United States v. Nellum

21 M.J. 670 | U.S. Army Court of Military Review | 1985

OPINION OF THE COURT

FELDER, Judge:

Appellant pleaded guilty to two counts of assault and battery, and one count each of absence without leave for five days, desertion for a period of seventeen days, larceny of $560.00 from the United States and attempted larceny of $500.00 from the United States. He was sentenced by the trial judge to a bad-conduct discharge, confinement at hard labor for five months, forfeiture of $395.00 pay per month for five months and reduction to the lowest enlisted grade. Pursuant to a pretrial agreement, the convening authority reduced the confinement to four months but otherwise approved the sentence.

We agree with appellant that it was improper for the trial counsel to argue on sentence facts that were elicited from appellant during the providence inquiry. United States v. Brown, 17 M.J. 987 (A.C.M.R.), pet. denied, 19 M.J. 1 (C.M.A.1984); United States v. Richardson, 6 M.J. 654 (N.C.M.R.1978), pet. denied, 6 M.J. 280 (C.M.A.1979).

We also agree with appellant that trial counsel’s argument on sentence exceeded the bounds of propriety when he asked the military judge whether he would like appellant to walk the streets in his community or neighborhood. Such argument invited the military judge to cast aside his impartiality and adjudge a sentence from the perspective of personal interest. United States v. Shamberger, 1 M.J. 377 (C.M.A.1976); see United States v. Moore, 6 M.J. 661 (A.F.C.M.R.1978).

In United States v. Brown, supra, when similar issues were generated by the argument of trial counsel, a panel of this court stated:

The failure of the defense counsel to object raises the doctrine of waiver. However, we will not apply this doctrine where trial counsel’s comments during argument are so improper as to constitute ‘plain error,’ Rule 103(d), Mil.R.Evid. The military judge had an obligation to stop the argument sua sponte. United States v. Doctor, 7 U.S.C.M.A. 126, 21 C.M.R. 252 (1956).
The fact that trial counsel was addressing his argument to a military judge does not relieve him of the obligation to conduct himself with the same high standards as he would before court members, notwithstanding the presumption that a military judge exercises discretion in distinguishing between proper and improper argument.

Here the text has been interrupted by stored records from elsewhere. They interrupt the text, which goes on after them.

package rules

import (
	"slices"
	"strings"

	"dextral/core/convention"
	"dextral/core/frame"
	"dextral/core/identify"
	"dextral/core/rotor"
)

// Chain is the orientations of one file, or of one rig, as edges between named
// frames.
//
// Frames that a neighbouring key, a declaration or a format names are the same
// wherever they are named in the file. Names out of a key such as T_cam_imu, or
// out of a comment, hold within the mapping they stand in: the cam of cam0 is not
// the cam of cam1. In a rig, whose files are declared to share their frames, names
// in comments and labels are shared as well.
//
// What T_a_b means differs from team to team, but seldom within a file. All
// such edges of a chain are therefore read one way or all the other, whichever
// closes the loops that can tell.
type Chain struct {
	Graph frame.Graph
	Sense Sense // how keys such as T_a_b are read
	Rig   bool  // of several files
	Links []*Link
	loops []frame.Loop
}

// Sense is the meaning of T_a_b in a chain.
type Sense uint8

// The senses. NoSubscripts: no key of that kind; SenseOpen: nothing decides, and
// the first is assumed where it makes no difference.
const (
	NoSubscripts Sense = iota
	SenseOpen
	ToFrom // v_a = R v_b
	FromTo // v_b = R v_a
)

// String prints the sense as an equation.
func (s Sense) String() string {
	return [...]string{"no keys of the kind T_a_b", "T_a_b: direction cannot be decided", "T_a_b is v_a = R v_b", "T_a_b is v_b = R v_a"}[s]
}

// Link is one edge of a chain: a value and how its direction is known.
type Link struct {
	Value     *Value
	Direction convention.Direction // with the scoped names of its frames
	Subscript bool                 // out of a key such as T_a_b, in the order written
	Claim     Claim                // that states the direction; of no weight for a subscript
}

// NewChain joins the values of one file that state an orientation between two
// named frames. It is nil if there are fewer than two.
func NewChain(values []*Value) *Chain { return newChain(values, false) }

// NewRig is NewChain for the values of all files of a rig.
func NewRig(values []*Value) *Chain { return newChain(values, true) }

func newChain(values []*Value, rig bool) *Chain {
	c := &Chain{Rig: rig}
	for _, v := range values {
		if l := newLink(v, rig); l != nil {
			c.Links = append(c.Links, l)
		}
	}
	if len(c.Links) < 2 {
		return nil
	}
	c.settle()
	return c
}

func newLink(v *Value, rig bool) *Link {
	if !v.Decided() || !v.orients() || !finite(v) || v.zero() || v.Moment != "" {
		return nil
	}
	if m, ok := v.rotationPart(); ok && m.Det() <= 0 {
		return nil // a mirror is reported by itself
	}
	if c, ok := v.Claims.On(convention.OfDirection); ok {
		d := v.Claims.Direction()
		if !d.Stated() {
			return nil
		}
		if c.Source != Sibling && c.Source < Declaration && !(rig && c.Source.Stated()) {
			d = convention.Direction{To: v.scoped(d.To), From: v.scoped(d.From)}
		}
		return &Link{Value: v, Direction: d, Claim: c}
	}
	if v.Subscript[0] == "" || v.Subscript[0] == v.Subscript[1] {
		return nil
	}
	return &Link{Value: v, Direction: convention.Direction{To: v.scoped(v.Subscript[0]), From: v.scoped(v.Subscript[1])}, Subscript: true}
}

func (v *Value) zero() bool {
	for _, n := range v.Numbers {
		if n.Value != 0 {
			return false
		}
	}
	return v.Form != convention.Angles && v.Form != convention.RotationVector
}

// scoped is a frame's name within the mapping of the value.
func (v *Value) scoped(name string) string {
	if at := strings.LastIndexByte(v.Key, '.'); at >= 0 {
		return v.Key[:at] + "." + name
	}
	return name
}

// settle decides the sense of subscripts by the loops that they close.
func (c *Chain) settle() {
	if !slices.ContainsFunc(c.Links, func(l *Link) bool { return l.Subscript }) {
		c.build(ToFrom)
		c.Sense = NoSubscripts
		return
	}
	c.build(FromTo)
	back, backLoops := c.open(), len(c.loops)
	c.build(ToFrom)
	forth := c.open()
	switch {
	case backLoops == 0 || forth == back:
		c.Sense = SenseOpen
	case forth < back:
		c.Sense = ToFrom
	default:
		c.build(FromTo)
		c.Sense = FromTo
	}
}

// build makes the graph with subscripts read in one sense.
func (c *Chain) build(s Sense) {
	c.Graph = frame.Graph{}
	c.Sense = s
	for i, l := range c.Links {
		d := c.direction(l)
		c.Graph.Add(frame.Edge{ID: i, To: d.To, From: d.From})
	}
	c.loops = c.Graph.Loops()
}

// direction of a link in the sense of the chain.
func (c *Chain) direction(l *Link) convention.Direction {
	if l.Subscript && c.Sense == FromTo {
		return l.Direction.Reverse()
	}
	return l.Direction
}

// open counts the loops that do not close to their digits.
func (c *Chain) open() int {
	n := 0
	for _, l := range c.loops {
		if identify.Loop(c.edges(l)).Verdict != identify.Agree {
			n++
		}
	}
	return n
}

// edges hands a loop to package identify, which composes R1 R2 ... Rn, each
// applied to the result of the next: the steps from last to first.
func (c *Chain) edges(l frame.Loop) []identify.Edge {
	var edges []identify.Edge
	for _, step := range slices.Backward(l.Steps) {
		v := c.Links[step.Edge.ID].Value
		e := identify.Edge{Statement: v.statement(), Backward: step.Reversed}
		e.Claim.Direction = convention.Direction{}
		if t, slack, ok := v.translation(); ok {
			e.T, e.Slack = &t, slack
		}
		edges = append(edges, e)
	}
	return edges
}

// translation is that of a rigid transform, and how far its digits, or a declaration,
// leave it open as a length.
func (v *Value) translation() (t rotor.Vec, slack float64, ok bool) {
	if v.Form != convention.Transform {
		return t, 0, false
	}
	var three []Number
	for i := range 3 {
		three = append(three, v.Numbers[v.entry(i, 3)])
	}
	t = rotor.Vec{X: three[0].Value, Y: three[1].Value, Z: three[2].Value}
	if v.Offset > 0 {
		return t, v.Offset, true
	}
	return t, precisionOf(three).Norm(3, t.Norm()), true
}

United States v. Bamack, 10 M.J. 799 (A.F.C.M.R.1981), pet. denied, 11 M.J. 292 (C.M.A.1981).

United States v. Brown, 17 M.J. at 989.

We do not agree that the “plain error” rule applies. Although errors such *672as those in Brown and the case at bar are “plain” in the sense that they are obvious, we find them by no means “plain” in the context that prejudice will necessarily follow, as Brown implies. To the contrary, in the absence of some showing that the judge was influenced by an improper argument, he must be presumed to have ignored it. Cf. United States v. Montgomery, 42 C.M.R. 227 (C.M.A.1970) (judge presumed to ignore improper evidence in bench trial). A contrary rule, requiring the judge in a bench trial to comment on an argument he is presumed to ignore, would be an elevation of form over substance.

Though we find the trial counsel’s comments improper, we do not believe appellant was harmed by them when his criminal behavior is compared to the approved sentence. Therefore, the findings of guilty and the sentence are affirmed.

Senior Judge WOLD and Judge NAUGHTON concur.